Lise Meitner - Awards and Honours

Awards and Honours

On 15 November 1945 the Royal Swedish Academy of Sciences announced that Hahn had been awarded the 1944 Nobel Prize in Chemistry for the discovery of nuclear fission. Some historians who have documented the history of the discovery of nuclear fission believe Meitner should have been awarded the Nobel Prize with Hahn.

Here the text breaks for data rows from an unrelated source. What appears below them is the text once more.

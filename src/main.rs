//! The `baroc` command: a thin layer over the library's modules.

use std::path::PathBuf;
use std::process::ExitCode;
use std::sync::Arc;

use clap::{Parser, Subcommand};

use baroc::diagnostics::{Case, Layer};
use baroc::io::{Dataset, Selection};

#[derive(Parser)]
#[command(name = "baroc", version, about = "Thermal-wind and balance diagnostics on CF-NetCDF pressure-level grids.", long_about = "Baroc diagnoses how the wind changes with height: geostrophic wind, hydrostatic thickness, layer-mean temperature, thermal wind, temperature advection, ageostrophic shear, stability and baroclinicity, on CF-NetCDF grids.\n\nBaroc is an analysis tool, not a warning service. For forecasts and warnings, defer to your national meteorological service and local practice.")]
struct Cli {
    #[command(subcommand)]
    command: Command,
}

#[derive(Subcommand)]
enum Command {
    /// Write the built-in demonstration case and print its thermal-wind summary.
    #[command(after_help = "Example:\n  baroc demo --output demo-case\n  baroc inspect demo-case/marrowind-wave-2026-10-14.nc")]
    Demo {
        /// Directory to write the case (and its report) into.
        #[arg(long, short, default_value = "baroc-demo")]
        output: PathBuf,
        /// Time step to summarise (0-based; the default is the last).
        #[arg(long)]
        time_step: Option<usize>,
    },
    /// Describe data files: variables, roles, grid, levels and times.
    #[command(after_help = "Example:\n  baroc inspect baroc-demo/marrowind-wave-2026-10-14.nc")]
    Inspect {
        /// One or more NetCDF files, combined into one dataset.
        #[arg(required = true)]
        files: Vec<PathBuf>,
    },
}

fn main() -> ExitCode {
    let cli = Cli::parse();
    let result = match cli.command {
        Command::Demo { output, time_step } => demo(&output, time_step),
        Command::Inspect { files } => inspect(&files),
    };
    match result {
        Ok(()) => ExitCode::SUCCESS,
        Err(message) => {
            eprintln!("error: {message}");
            ExitCode::FAILURE
        }
    }
}

fn demo(output: &std::path::Path, time_step: Option<usize>) -> Result<(), String> {
    let path = baroc::demo::write(output).map_err(|e| e.to_string())?;
    println!("wrote the demonstration case to {}", path.display());
    let dataset = Arc::new(Dataset::open(&[&path]).map_err(|e| e.to_string())?);
    let steps = baroc::demo::TIME_STEPS;
    let step = time_step.unwrap_or(steps - 1);
    if step >= steps {
        return Err(format!("time step {step} is out of range: the case has steps 0 to {}", steps - 1));
    }
    let case = Case::new(dataset.clone()).with_selection(Selection { times: Some(vec![step]), ..Selection::default() });
    let label = dataset.variable("t").and_then(|v| v.times.as_ref()).map(|t| t.labels()[step].clone()).unwrap_or_default();
    for (bottom, top) in [(100000.0, 50000.0), (85000.0, 30000.0)] {
        let layer = Layer::new(bottom, top).0;
        let rows = baroc::demo::summarise(&case, layer).map_err(|e| e.to_string())?;
        println!();
        print!("{}", baroc::demo::format_summary(&rows, layer, &label));
    }
    println!("\nBaroc is an analysis tool, not a warning service. For forecasts and warnings, defer to your national meteorological service and local practice.");
    Ok(())
}

fn inspect(files: &[PathBuf]) -> Result<(), String> {
    let dataset = Dataset::open(files).map_err(|e| e.to_string())?;
    println!("{}", baroc::io::describe(&dataset));
    Ok(())
}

On a visit to the USA in 1946, she received the honour of "Woman of the Year" by the National Press Club and had dinner with President Harry Truman and others at the National Women's Press Club. She lectured at Princeton, Harvard and other US universities, and was awarded a number of honorary doctorates. Lise Meitner refused to move back to Germany, and enjoyed retirement and research in Stockholm until her late 80s. She received the Max Planck Medal of the German Physics Society in 1949. Meitner was nominated to receive the prize three times. An even rarer honour was given to her in 1997 when element 109 was named meitnerium in her honour. Named after Meitner were the Hahn-Meitner Institut in Berlin, craters on the Moon and on Venus, and a main-belt asteroid.

Meitner was elected a foreign member of the Royal Swedish Academy of Sciences in 1945, and had her status changed to that of a Swedish member in 1951.

In 1966 Hahn, Fritz Strassmann and Meitner were jointly awarded the Enrico Fermi Award.